She basically tells me that for the past 3 years, she has liked always liked me. She tells me and is crying saying how sorry she is for never allowing us to get physical in our "past relationship". She say's she regrets that so much and that i am such an amazing, great, passionate guy, she tells me she still remembers all the nice things i did for her, like get a valentine, birthday gifts, and writing her sweet notes, along with giving her cards when she was feeling sad. She told me she constantly reads one of my facebook messages i sent her (about a year ago). The message i sent was very long and very sweet, asking about how she has been and saying i miss hearing from my friend (all that jazz). She told me she reads that message all the time, and she cries everyday because of "stress". She also tells me that she does not know what she wants in life (in regards to her boyfriend), she tells me she can't understand him, and its not what she expected, she tells me i am so much different because i am "passionate about things". She tells me how bad she wished she kissed me in the past (when i tried to kiss her or makeout but she denied), she say's it was because she was so nervous, and scared id break her heart if we ever really started to date. 
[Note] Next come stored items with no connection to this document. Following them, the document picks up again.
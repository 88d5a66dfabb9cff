"""The reading check: ngspice reads the user's own accepted lines, so a misreading by our reader shows.

Both routes solve the one ``Network`` the reader made, so a line the reader reads differently from
ngspice would be invisible to the route comparison. Here ngspice gets, besides the model's deck,
a second deck written from ``Network.source_lines`` (the user's lines the reader accepted), runs
the open-circuit ``.ac`` analysis on it (``.op`` under DC excitation) in the same worker task, and
V(a) − V(b) at the port goes back in ``ReadingAnswer`` for ``judge.reading`` to hold against the own route's V_th.

Why this path is safe (user text reaches ngspice here, and only here):

* the lines are only those the reader accepted from its whitelist (element, subcircuit, ``.param``,
  ``.func``, ``.model`` and ``.temp`` cards, names from a fixed character set); every dot-card the
  reader ignored or refused, every ``.control`` block, the title and ``.end`` are left out by the
  reader before the lines are stored;
* ``unsafe_line`` checks every line again before a deck is written, so a bug in the reader cannot
  open the door: a line starting with any dot-card but ``.subckt .ends .param .func .model .temp``
  (and ``.options`` that sets only ``temp``/``tnom``), a line that starts with anything but a
  letter, ``+`` or ``.``, and any line holding a backtick (ngspice's shell substitution), a control
  character or ``.control``/``.endc``/``.include``/``.inc``/``.lib`` anywhere is refused with an
  error finding and the deck is never sent;
* the deck's title, options and analysis cards are ours (``TITLE``, ``deck.deck_options``, ``deck.analysis_cards``);
  no control command carries user text: the element values for the explanation are read through the
  shared library's vector interface (``ngGet_Vec_Info("@name[param]")``), never by a command, and only
  for element names of the model that match ``VECTOR_NAME``;
* it runs in the isolated worker (``spice.sandbox``): an empty working directory, a private ``HOME``
  (no ``.spiceinit``), memory and CPU limits.

The explanation on a difference compares ngspice's element values with the model's. A vector read
searches the whole circuit (measured on ngspice 39: 0.09 s for all values of 148 elements, 6.8 s for
1,028, 46 s for 4,139), so the worker reads them only when ngspice's reading differs from ngspice's own
open-circuit run of the model's deck, in the same task while the reading deck is still loaded, and
within ``VALUE_BUDGET_S``: the normal path costs the one extra ``.ac`` run alone (measured: +2.1 ms on
7.9 ms for 148 elements at 41 frequencies, +24 ms on 105 ms for 1,028, +6.1 s on 21.5 s for 4,139; the
model's deck holds three copies of the network, so one copy's run costs about a quarter of it).
Limits of that comparison (ngspice 39, measured): ``@r[resistance]`` is the nominal value (so the
effective resistance is computed here from ``ac``, ``m``, ``scale``, ``tc1``, ``tc2``, ``temp``,
``dtemp`` and TNOM), a ``.model`` card's own tc1/tc2 are not visible per instance, ``@c[capacitance]``
already includes m and scale, ``@l[inductance]`` does not include m, ``@k[coefficient]`` is the
mutual inductance k·√(L1·L2).
"""

from __future__ import annotations

import bisect
import functools
import math
import re
import time
from collections.abc import Callable, Mapping, Sequence
from dataclasses import dataclass, field
from typing import Any, Protocol

import numpy as np

from crosscheck.errors import CrosscheckError
from crosscheck.model.frequencies import frequency_list
from crosscheck.model.network import GROUND, Element, Network, Port, check_excitation, floating_reference
from crosscheck.spice.deck import analysis_cards, deck_options
from crosscheck.vocabulary import same_frequency

TITLE = "crosscheck reading check: the netlist's own accepted lines"
#: ngspice's reading and its run of the model's deck are the same engine on the same network when the
#: reader is right; a relative difference above this makes the worker read the element values.
TRIGGER_REL = 1e-9
#: An element's value counts as different above this relative difference.
VALUE_REL = 1e-9
#: Our 0 V source joining a port's ground-free part to ground (see ``build_reading_deck``).
REFERENCE_TIE = "v_crosscheck_reference"
#: The element values are read for the elements in netlist order until this many seconds have passed: a read
#: searches the whole circuit (measured on ngspice 39: ~0.1 s for all of 148 elements, 6.8 s for 1,028).
VALUE_BUDGET_S = 2.0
She gave me all the reasons on why she was afraid to officially date, ranging from her nervousness, her fears, her friends, and the fact it was our senior year and we were going to be moving far away from each other. She mentioned several times we hung out in the past, in which she wished so badly she had kissed me. ... She asked me about where do i see myself in the future, and about future relationships i might have, so i told her and she cried more saying i am such a great guy and that i will get all that i want. She asked me "if my dream girl" is different or at all similar to her, i told her that my "dream girl" is no different than her at all. I said "my dream girl would honestly be a lot like you or identical, you have such great attributes, and a wonderful personality, i could not imagine being with someone who did not have your positive traits". She later asked me if i still liked her, and i said "no, well i don't know its complicated", i asked her if she still liked me and she said "i don't know, maybe, i think so".. She later said she "i do like you"... She also told me she used to think she was in love with from the first time she saw me.
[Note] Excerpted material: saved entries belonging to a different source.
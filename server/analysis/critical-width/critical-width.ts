/**
 * Critical width for containment: the smallest clearing width that pins the front, bracketed by bisection
 * on full-model window runs started from the baseline snapshot, seeded by the phase-plane (first-integral)
 * criterion (methods note §5.3), with half-step and doubled-window checks of the bracket.
 */
import type { PointScenario } from '../../model/scenario.ts';
import { habitatCoefficients } from '../../model/habitat.ts';
import { equilibria } from '../../model/growth.ts';
import { criticalGapWidth } from '../../numerics/steady-blocking.ts';
import { growthRateScale, type Resolution } from '../../problem/discretise.ts';
import { type ClearingSpec } from '../../problem/layout.ts';
import { withFarEdge } from '../../problem/geometry.ts';
import { asProblem, layoutOf, type Problem } from '../../problem/problem.ts';
import { mergedResolution as mergedResolutionOf } from '../../problem/resolution.ts';
import type { CriticalWidth } from '../result.ts';
import { potential, potentialThreshold, strongAllee } from '../run/barrier-growth.ts';
import { hasStrongAllee } from '../../model/growth.ts';
import { 
  PINNING_METHODS,
  barrierGeometry,
  isBeyond,
  makeWindowSolver,
  movementLengthKm,
  pinningMode,
  runWindow,
  windowAheadKm,
  type BarrierGeometry,
  type StartState } from '../run/barrier-run.ts';

import { DEFAULT_TOLERANCE_M, analyseBaseline, checkOption, optionKey, snapshotDistanceKm, type BarrierOptionSpec, type BarrierSettings, type BaselineCrossing } from '../run/baseline.ts';

/** One full-model run of the bisection. */
export interface WidthRun {
  widthM: number;
  outcome: 'crossed' | 'pinned' | 'open';
  crossedYears: number | null;
  /** Years simulated in the run. */
  years: number;
  stepYears: number;
  method: string | null;
}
How do i handle this? First of all i don't believe that "she does not remember anything" she was not that drunk, and she also sobered up a lot during the 3-4 hours we talked. Second they always say that Drunk people speak the truth.. Third she was so descriptive, so emotional, so detailed about her feelings, and about "our past" and about our past encounters, she was so detailed about what we were wearing, and about everything we did before. She was so detailed about all the nice things i did for her, and so emotional as well. Fourth, seeing that she was so "truthful" and detailed about everything, i have a hard time believing that she "really loves her boyfriend"... I would date her now, but she would have to obviously leave that guy. I don't want to pressure her to leave this guy, because i am fine not dating her right now (and am talking to other girls). But part of me (since she told me all of this) really wishes we could be something. I hope/imagine one day we will date/be together, i just fear that it may never happen.



So what is she feeling?
Do you think we could ever be something now? or in the future?
How can she possibly have loved me/deeply valued me all of these years , but not have told me? 
How could she possibly be so into me as to remember, and constantly read my old/messages/notes to her, but not tell me?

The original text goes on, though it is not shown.